The teaser to the cinematic adaptation of Chetan Bhagat’s bestselling novel Half Girlfriend is out. Arjun Kapoor essays the role of a Bihari boy, Madhav Jha who falls in love with a Delhi girl, Riya Somani (Shraddha Kapoor). In the 42-second teaser, you hear Madhav narrate his feelings for his half-girlfriend in a ‘typical Bihari’ accent. “Ee Haph Girlphriend Hota Kya Hai?” Slow claps to Arjun, director Mohit Suri and of course Chetan Bhagat for glamorising stereotypes against people from Bihar.
We raise a lot of hue and cry about our fellow countrymen being subjected to racist attacks abroad. Candlelight vigils, street protests with banners reading in bold and capital “Down to racism” and blah blah dominate screens on television. After the entire outrage is over, we label our own countrymen as chinkis, bhaiyas, mallus and what not. Coming back to the point, those of you who are upset with Arjun’s fake Bihari accent, hold your breath. The Mohit Suri directorial is a CINEMATIC adaptation of Chetan Bhagat’s book whose protagonist is Madhav Jha. As per the bestseller, Madhav gets into the prestigious St Stephen’s College on the basis of his exploits as a state-level basketball player. During admission counseling, he confesses of not being able to speak a single sentence in English. He falls in love with a rich Delhi girl Riya Somani and the story unfolds later.
Arjun’s accent is not only fake, but also an indicator of the stereotypes nurtured since a long time. The same narrow-mindedness which forces people to pre-assume that youth from the 8-crore population strong Hindi-speaking state can only be gun-toting criminals or daily wage labourers toiling hard for a meagre wage. I was born and brought up in Dhanbad, a small town in Jharkhand which was earlier a part of undivided Bihar.

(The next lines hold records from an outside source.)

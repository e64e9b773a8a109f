// rng_reference_test.cc: the generator of core/rng.h against the outside world.
//
//   1. Published test vectors for splitmix64 and xoshiro256++ (sources named
//      beside each vector).
//   2. An independent Python implementation written from the published
//      algorithms (tests/reference/rng_reference.py): the first 1000 outputs of
//      every kind of draw, compared bit for bit.
//   3. Uniformity of bounded() and next_double() by chi-square tests, with
//      critical values from SciPy (scipy.stats.chi2.isf) computed live.
#include <algorithm>
#include <array>
#include <catch2/catch.hpp>
#include <cmath>
#include <cstdint>
#include <nlohmann/json.hpp>
#include <string>
#include <vector>

#include "core/rng.h"
#include "support/python.h"

namespace {

using nlohmann::json;
using plumbline::rng;
using plumbline::splitmix64;
using plumbline::xoshiro256pp;
using plumbline::testing::run_python;

constexpr const char* script = "tests/reference/rng_reference.py";

// splitmix64 seeded with 1234567, first five outputs. Source: the task
// statement of Rosetta Code, "Pseudo-random numbers/Splitmix64"
// (rosettacode.org/wiki/Pseudo-random_numbers/Splitmix64), which gives them in
// decimal; the same numbers appear in the tests of several public code bases.
constexpr std::array<uint64_t, 5> splitmix64_1234567 = {
    6457827717110365317ULL, 3203168211198807973ULL, 9817491932198370423ULL, 4593380528125082431ULL,
    16408922859458223821ULL};

// xoshiro256++ from the state {1, 2, 3, 4}, first ten outputs. Source: the
// `reference` test of rand_xoshiro (github.com/rust-random/rngs,
// rand_xoshiro/src/xoshiro256plusplus.rs), whose comment says they were
// produced with Vigna's reference xoshiro256plusplus.c.
constexpr std::array<uint64_t, 4> xoshiro_state_1234 = {1, 2, 3, 4};
constexpr std::array<uint64_t, 10> xoshiro256pp_1234 = {41943041ULL,
                                                        58720359ULL,
                                                        3588806011781223ULL,
                                                        3591011842654386ULL,
                                                        9228616714210784205ULL,
                                                        9973669472204895162ULL,
                                                        14011001112246962877ULL,
                                                        12406186145184390807ULL,
                                                        15849039046786891736ULL,
                                                        10450023813501588000ULL};

// The draws of the Python protocol (see rng_reference.py), run on rng. With
// `batched`, runs of bounded() go through bounded_fill and bounded_descending
// instead of one call per draw, on the generator kernel `k` (core/rng.h,
// "Kernels").
std::vector<std::vector<uint64_t>> run_ops(uint64_t seed, const json& ops, bool batched,
                                           rng::kernel k = rng::kernel::automatic) {
  rng g(seed);
  g.use_kernel(k);
  std::vector<std::vector<uint64_t>> out;
  for (const json& op : ops) {
    const std::string kind = op[0].get<std::string>();
    std::vector<uint64_t> values;
    if (kind == "bounded" || kind == "descending") {
      const uint32_t r = op[1].get<uint32_t>();
      const uint32_t n = op[2].get<uint32_t>();
      const uint32_t step = kind == "descending" ? 1 : 0;
      if (batched) {
        std::vector<uint32_t> draws(n);
        if (step == 0) {
          g.bounded_fill(draws.data(), r, n);
        } else {
          g.bounded_descending(draws.data(), r, n);
        }
        values.assign(draws.begin(), draws.end());
      } else {
        for (uint32_t i = 0; i < n; ++i)
          values.push_back(g.bounded(r - step * i));
      }
    } else {
      const int n = op[1].get<int>();
      for (int i = 0; i < n; ++i) {
        if (kind == "u64") {
          values.push_back(g.next_u64());
        } else if (kind == "u32") {
          values.push_back(g.next_u32());
        } else if (kind == "double") {
          const double d = g.next_double();
          const double k = std::ldexp(d, 53);  // exact: d is k / 2^53
          REQUIRE(k == std::floor(k));
          values.push_back(static_cast<uint64_t>(k));
        } else {
          FAIL("unknown op " << kind);
        }
      }
    }
    out.push_back(std::move(values));
  }
  return out;
}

I studied in a convent institution (FYI, there are good English medium schools in Bihar and Jharkhand) and later in renowned colleges in Delhi/NCR region. During my stay in the national capital since a decade, I am no stranger to weird comments.
Are you really from Bihar? I am just curious, but how come you speak perfect Hindi? You are lying, but you say train aati hai and not aata hai. Ek baar tumhari bhasha me baat karke dikhao. Bihar me kitne log English bolte honge?
So you morons, switch on the bulbs in your heads. Not all Biharis pronounce personal pronouns in Hindi like yeh as ee, and misspell interrogative pronouns kya as kaa. Not everyone says zindagi as jindagi. Just because some politicians from our state speak like this, isn’t it unfair to put an opaque glass and brandish an entire community with the crudest word in your vocabulary? If a grueling hard work for the film yields such a result, then we don’t have anything to say.
In 2 States, Bhagat narrated the story behind his marriage to Anusha, a Tamil Brahmin. Hailing from a Punjabi family, Bhagat claims how he married his wife despite early opposition by his own family. The opposition was borne out of the prejudices against South Indians. So, why did he pen such a book which has a regressive portrayal from the community along the banks of Ganga and Kosi?
Also, Mohit Suri has been a part of various film production which would surely have staffers from my native state. Are they only labourers and not suave executives who also toil day and night to make your film a successful venture?
If you are going to watch this regressive love story in the theatres on May 19, please look around your neighbourhood and then form an opinion about anybody.